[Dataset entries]

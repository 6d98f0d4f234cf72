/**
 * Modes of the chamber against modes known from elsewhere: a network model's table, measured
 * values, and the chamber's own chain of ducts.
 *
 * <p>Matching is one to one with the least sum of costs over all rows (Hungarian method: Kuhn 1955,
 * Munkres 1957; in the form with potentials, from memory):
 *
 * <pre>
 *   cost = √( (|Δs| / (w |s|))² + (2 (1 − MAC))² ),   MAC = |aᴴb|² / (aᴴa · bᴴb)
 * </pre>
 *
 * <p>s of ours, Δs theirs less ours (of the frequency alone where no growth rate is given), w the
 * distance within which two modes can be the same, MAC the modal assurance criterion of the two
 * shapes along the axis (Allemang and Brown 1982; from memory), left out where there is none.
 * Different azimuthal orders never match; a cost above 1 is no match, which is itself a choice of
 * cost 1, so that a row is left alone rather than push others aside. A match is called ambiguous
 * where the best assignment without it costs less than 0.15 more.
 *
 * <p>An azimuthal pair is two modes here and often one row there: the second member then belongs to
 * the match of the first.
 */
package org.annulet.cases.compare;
* * *
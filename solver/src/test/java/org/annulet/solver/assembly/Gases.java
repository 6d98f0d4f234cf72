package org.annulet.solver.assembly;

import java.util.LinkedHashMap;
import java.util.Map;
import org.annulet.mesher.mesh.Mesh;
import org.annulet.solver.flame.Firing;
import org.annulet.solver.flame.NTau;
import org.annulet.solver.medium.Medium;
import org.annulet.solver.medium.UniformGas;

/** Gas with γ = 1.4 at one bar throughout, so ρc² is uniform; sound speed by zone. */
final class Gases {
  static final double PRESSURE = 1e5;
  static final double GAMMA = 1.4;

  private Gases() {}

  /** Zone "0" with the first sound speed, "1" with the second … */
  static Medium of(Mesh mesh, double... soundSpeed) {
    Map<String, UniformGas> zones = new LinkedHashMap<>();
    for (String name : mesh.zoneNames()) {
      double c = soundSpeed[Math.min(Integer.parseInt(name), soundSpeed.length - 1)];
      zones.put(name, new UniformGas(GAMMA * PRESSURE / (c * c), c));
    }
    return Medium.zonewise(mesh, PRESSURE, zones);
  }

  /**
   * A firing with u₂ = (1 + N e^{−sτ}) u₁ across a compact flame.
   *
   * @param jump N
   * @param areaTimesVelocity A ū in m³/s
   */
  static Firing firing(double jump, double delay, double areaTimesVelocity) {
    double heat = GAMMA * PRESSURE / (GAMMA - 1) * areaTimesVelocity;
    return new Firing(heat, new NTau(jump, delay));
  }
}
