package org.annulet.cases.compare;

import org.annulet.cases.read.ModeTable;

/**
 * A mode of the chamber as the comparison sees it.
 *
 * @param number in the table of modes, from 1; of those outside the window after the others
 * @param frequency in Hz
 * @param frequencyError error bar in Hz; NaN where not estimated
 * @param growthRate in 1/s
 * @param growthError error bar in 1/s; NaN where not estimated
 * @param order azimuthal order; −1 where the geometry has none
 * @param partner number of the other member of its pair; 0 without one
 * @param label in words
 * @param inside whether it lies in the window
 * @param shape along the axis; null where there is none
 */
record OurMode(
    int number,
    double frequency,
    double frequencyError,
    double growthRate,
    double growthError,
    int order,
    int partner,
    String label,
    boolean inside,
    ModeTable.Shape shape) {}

# Problem statement:
Provide the number of lines in the preceding entries that include the string "solver", with no other words.

# Task solution:
6